*TASK REQUIREMENTS*. From the data that follows, print exactly the lines starting at the one containing "const hi = sorted[k];" and ending at the one containing "const denominator = g1 + g2 - 2 * g3;"; include both of them and nothing more.

*WORKING DATA*.
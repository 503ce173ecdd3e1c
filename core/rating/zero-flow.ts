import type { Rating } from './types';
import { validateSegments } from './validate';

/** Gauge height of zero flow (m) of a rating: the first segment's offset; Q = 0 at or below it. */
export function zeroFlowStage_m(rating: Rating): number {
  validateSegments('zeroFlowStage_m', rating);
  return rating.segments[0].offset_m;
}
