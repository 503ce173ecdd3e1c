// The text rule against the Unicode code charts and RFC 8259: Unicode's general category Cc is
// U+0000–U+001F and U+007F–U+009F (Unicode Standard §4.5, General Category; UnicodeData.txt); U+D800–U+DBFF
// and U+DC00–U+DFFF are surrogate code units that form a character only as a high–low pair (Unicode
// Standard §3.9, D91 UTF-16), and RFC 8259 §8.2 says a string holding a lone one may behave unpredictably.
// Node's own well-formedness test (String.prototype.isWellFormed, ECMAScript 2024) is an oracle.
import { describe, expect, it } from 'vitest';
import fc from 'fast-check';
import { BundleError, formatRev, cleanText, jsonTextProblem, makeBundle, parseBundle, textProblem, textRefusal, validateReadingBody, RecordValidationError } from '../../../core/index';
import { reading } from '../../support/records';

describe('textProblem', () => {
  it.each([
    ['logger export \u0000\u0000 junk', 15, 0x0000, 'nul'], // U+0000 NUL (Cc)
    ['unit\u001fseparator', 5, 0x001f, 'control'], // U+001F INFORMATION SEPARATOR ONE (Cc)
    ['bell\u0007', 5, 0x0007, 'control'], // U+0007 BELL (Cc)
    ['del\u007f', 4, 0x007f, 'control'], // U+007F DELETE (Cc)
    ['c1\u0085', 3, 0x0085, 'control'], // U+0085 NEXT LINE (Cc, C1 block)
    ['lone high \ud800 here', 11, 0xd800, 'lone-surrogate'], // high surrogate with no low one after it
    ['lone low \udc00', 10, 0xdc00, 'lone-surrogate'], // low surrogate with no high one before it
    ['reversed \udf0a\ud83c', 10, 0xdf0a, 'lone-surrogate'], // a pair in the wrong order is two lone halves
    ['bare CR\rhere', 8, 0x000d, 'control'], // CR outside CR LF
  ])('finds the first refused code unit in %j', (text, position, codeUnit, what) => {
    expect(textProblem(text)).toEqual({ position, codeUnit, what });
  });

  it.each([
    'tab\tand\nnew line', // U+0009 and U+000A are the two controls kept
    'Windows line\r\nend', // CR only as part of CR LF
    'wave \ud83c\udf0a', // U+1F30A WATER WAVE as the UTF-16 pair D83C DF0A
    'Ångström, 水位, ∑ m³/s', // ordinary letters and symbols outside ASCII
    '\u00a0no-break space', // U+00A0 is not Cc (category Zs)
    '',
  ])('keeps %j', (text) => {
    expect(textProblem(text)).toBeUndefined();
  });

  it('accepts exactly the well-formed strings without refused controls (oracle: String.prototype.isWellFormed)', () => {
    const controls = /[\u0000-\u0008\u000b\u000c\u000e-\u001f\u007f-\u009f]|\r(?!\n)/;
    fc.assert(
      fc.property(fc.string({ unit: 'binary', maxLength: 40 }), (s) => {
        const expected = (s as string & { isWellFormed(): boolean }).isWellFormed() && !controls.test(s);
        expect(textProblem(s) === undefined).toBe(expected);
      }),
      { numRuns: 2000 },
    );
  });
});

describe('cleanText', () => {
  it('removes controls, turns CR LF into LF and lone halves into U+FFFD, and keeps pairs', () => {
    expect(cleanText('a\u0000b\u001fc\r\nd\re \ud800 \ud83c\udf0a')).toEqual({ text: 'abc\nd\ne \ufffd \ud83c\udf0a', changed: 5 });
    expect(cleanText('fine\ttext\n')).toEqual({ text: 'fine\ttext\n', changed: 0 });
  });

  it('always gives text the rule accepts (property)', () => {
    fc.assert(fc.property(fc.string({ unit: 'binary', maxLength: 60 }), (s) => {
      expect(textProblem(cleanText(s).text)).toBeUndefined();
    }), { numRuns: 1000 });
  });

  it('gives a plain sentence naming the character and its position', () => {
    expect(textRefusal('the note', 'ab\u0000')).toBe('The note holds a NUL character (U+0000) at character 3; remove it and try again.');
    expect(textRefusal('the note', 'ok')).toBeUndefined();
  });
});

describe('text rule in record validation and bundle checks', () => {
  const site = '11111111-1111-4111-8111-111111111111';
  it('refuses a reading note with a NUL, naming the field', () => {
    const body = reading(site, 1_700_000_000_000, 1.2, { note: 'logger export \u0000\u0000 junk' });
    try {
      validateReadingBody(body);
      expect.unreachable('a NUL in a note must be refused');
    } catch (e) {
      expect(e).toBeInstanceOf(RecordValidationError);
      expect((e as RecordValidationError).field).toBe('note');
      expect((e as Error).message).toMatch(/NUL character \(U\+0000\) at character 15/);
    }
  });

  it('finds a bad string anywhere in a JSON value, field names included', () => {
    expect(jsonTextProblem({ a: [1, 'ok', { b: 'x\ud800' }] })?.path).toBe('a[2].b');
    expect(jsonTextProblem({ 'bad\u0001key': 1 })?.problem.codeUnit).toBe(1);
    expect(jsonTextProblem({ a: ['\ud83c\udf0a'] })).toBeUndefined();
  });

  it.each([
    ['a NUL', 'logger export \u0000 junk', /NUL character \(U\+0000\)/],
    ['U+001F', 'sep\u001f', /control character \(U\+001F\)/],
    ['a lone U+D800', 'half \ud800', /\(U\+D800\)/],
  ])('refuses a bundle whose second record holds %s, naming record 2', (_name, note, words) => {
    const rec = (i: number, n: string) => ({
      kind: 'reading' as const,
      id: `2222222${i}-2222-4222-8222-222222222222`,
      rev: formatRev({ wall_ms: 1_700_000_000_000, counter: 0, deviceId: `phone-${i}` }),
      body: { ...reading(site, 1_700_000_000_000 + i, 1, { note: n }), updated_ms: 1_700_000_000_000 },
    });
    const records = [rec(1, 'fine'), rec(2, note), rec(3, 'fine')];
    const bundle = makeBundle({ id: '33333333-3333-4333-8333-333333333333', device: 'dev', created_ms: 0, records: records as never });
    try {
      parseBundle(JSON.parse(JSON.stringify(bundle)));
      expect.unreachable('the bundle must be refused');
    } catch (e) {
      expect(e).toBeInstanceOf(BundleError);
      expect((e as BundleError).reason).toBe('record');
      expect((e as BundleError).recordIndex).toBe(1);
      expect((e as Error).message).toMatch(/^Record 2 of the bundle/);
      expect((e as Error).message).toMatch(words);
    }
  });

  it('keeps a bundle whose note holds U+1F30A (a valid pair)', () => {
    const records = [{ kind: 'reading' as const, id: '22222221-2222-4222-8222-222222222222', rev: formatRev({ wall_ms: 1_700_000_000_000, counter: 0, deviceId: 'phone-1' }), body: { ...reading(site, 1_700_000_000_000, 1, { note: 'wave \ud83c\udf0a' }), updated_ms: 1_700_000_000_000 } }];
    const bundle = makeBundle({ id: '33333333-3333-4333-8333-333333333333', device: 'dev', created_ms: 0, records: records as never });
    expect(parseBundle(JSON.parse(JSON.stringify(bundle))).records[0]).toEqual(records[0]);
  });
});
...
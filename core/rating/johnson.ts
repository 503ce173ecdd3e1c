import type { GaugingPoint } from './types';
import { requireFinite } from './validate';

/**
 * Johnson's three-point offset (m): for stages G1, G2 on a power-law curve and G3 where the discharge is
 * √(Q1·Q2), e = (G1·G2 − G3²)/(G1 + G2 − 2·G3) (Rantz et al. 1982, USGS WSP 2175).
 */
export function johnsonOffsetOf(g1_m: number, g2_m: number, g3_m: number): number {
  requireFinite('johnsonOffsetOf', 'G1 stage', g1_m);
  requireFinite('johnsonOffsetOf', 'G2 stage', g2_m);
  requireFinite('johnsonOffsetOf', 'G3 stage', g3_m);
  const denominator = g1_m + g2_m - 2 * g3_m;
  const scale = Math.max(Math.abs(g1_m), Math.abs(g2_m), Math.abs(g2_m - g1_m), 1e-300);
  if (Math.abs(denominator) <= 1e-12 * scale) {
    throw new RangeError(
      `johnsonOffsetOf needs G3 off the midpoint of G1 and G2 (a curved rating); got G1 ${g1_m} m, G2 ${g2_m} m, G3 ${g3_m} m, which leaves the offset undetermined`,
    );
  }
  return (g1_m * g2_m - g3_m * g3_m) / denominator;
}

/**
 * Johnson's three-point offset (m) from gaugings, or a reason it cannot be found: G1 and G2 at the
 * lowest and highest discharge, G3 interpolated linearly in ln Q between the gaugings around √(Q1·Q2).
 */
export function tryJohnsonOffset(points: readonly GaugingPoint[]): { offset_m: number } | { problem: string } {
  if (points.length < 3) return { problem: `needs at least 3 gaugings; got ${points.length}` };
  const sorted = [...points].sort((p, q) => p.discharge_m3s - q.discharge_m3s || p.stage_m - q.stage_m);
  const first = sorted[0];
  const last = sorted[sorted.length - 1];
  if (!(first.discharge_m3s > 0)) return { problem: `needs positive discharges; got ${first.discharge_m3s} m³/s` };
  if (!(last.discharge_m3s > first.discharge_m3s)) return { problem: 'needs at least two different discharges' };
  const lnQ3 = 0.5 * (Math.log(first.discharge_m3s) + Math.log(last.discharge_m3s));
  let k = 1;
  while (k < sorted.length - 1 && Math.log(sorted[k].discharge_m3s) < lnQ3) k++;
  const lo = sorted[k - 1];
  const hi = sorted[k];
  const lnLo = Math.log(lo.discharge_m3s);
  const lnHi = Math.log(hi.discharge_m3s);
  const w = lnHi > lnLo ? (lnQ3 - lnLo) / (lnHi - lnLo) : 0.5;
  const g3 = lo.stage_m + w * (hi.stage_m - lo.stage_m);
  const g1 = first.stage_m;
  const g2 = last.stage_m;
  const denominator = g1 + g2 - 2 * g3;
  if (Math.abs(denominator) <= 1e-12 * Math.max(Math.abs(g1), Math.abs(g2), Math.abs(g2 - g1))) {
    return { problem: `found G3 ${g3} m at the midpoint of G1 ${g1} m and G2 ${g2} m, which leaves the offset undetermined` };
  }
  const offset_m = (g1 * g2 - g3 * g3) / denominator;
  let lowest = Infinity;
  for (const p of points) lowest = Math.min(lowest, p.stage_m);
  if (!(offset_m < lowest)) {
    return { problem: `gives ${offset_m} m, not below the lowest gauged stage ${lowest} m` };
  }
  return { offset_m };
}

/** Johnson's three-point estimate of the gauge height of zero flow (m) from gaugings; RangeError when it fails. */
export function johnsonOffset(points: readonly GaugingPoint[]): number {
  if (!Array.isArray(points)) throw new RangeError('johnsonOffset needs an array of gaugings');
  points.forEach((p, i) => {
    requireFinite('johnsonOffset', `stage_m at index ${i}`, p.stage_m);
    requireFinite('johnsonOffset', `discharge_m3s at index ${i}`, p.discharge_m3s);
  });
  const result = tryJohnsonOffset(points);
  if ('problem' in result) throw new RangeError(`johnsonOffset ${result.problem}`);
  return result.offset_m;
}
==
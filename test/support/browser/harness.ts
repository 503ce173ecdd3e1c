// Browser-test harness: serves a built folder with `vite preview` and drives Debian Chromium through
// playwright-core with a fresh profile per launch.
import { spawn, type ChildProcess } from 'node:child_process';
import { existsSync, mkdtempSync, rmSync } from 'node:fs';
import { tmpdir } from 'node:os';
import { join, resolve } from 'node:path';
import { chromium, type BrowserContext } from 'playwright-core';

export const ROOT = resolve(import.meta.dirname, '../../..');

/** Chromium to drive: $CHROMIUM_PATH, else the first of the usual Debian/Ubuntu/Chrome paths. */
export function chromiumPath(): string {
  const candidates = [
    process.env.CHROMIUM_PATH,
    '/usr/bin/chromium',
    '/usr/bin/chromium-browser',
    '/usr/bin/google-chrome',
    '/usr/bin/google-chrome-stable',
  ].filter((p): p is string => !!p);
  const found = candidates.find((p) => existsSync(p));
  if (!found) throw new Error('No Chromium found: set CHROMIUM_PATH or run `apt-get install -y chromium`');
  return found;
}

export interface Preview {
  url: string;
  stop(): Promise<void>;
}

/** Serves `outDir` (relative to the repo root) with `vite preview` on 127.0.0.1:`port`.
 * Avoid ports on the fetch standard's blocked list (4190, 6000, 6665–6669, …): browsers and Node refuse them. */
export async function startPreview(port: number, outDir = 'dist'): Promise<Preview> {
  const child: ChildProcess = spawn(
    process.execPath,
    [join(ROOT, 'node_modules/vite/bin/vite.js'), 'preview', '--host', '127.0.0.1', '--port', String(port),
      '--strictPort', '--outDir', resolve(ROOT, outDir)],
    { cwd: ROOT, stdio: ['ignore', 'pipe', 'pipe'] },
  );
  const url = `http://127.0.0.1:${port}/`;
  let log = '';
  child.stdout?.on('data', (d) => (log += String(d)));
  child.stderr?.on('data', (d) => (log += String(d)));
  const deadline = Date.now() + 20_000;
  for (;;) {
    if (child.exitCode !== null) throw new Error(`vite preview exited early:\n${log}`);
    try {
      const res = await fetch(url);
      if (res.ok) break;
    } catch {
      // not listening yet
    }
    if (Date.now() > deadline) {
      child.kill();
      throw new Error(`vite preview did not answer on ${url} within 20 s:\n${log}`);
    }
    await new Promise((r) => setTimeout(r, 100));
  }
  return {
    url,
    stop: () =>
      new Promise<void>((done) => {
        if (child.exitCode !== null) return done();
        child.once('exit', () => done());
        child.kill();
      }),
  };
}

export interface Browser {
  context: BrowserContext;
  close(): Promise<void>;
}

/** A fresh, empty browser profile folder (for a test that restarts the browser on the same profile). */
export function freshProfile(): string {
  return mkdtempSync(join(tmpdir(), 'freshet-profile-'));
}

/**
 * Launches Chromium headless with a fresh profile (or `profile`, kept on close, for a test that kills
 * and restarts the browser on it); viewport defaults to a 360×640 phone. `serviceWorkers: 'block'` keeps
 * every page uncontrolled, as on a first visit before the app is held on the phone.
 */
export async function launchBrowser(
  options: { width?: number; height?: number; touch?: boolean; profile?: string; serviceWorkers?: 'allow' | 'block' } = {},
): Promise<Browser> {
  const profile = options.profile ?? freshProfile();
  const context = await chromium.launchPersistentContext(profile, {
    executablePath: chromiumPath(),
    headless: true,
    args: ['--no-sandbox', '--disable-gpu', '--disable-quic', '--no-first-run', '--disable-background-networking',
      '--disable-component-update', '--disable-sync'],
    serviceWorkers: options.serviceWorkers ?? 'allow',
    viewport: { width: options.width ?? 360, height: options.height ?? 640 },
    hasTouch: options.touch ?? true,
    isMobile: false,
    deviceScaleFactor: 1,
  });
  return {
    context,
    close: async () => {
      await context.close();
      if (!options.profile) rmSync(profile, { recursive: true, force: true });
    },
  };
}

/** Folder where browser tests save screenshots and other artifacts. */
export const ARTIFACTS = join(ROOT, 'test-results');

*ANSWER BELOW*.
  const hi = sorted[k];
  const lnLo = Math.log(lo.discharge_m3s);
  const lnHi = Math.log(hi.discharge_m3s);
  const w = lnHi > lnLo ? (lnQ3 - lnLo) / (lnHi - lnLo) : 0.5;
  const g3 = lo.stage_m + w * (hi.stage_m - lo.stage_m);
  const g1 = first.stage_m;
  const g2 = last.stage_m;
  const denominator = g1 + g2 - 2 * g3;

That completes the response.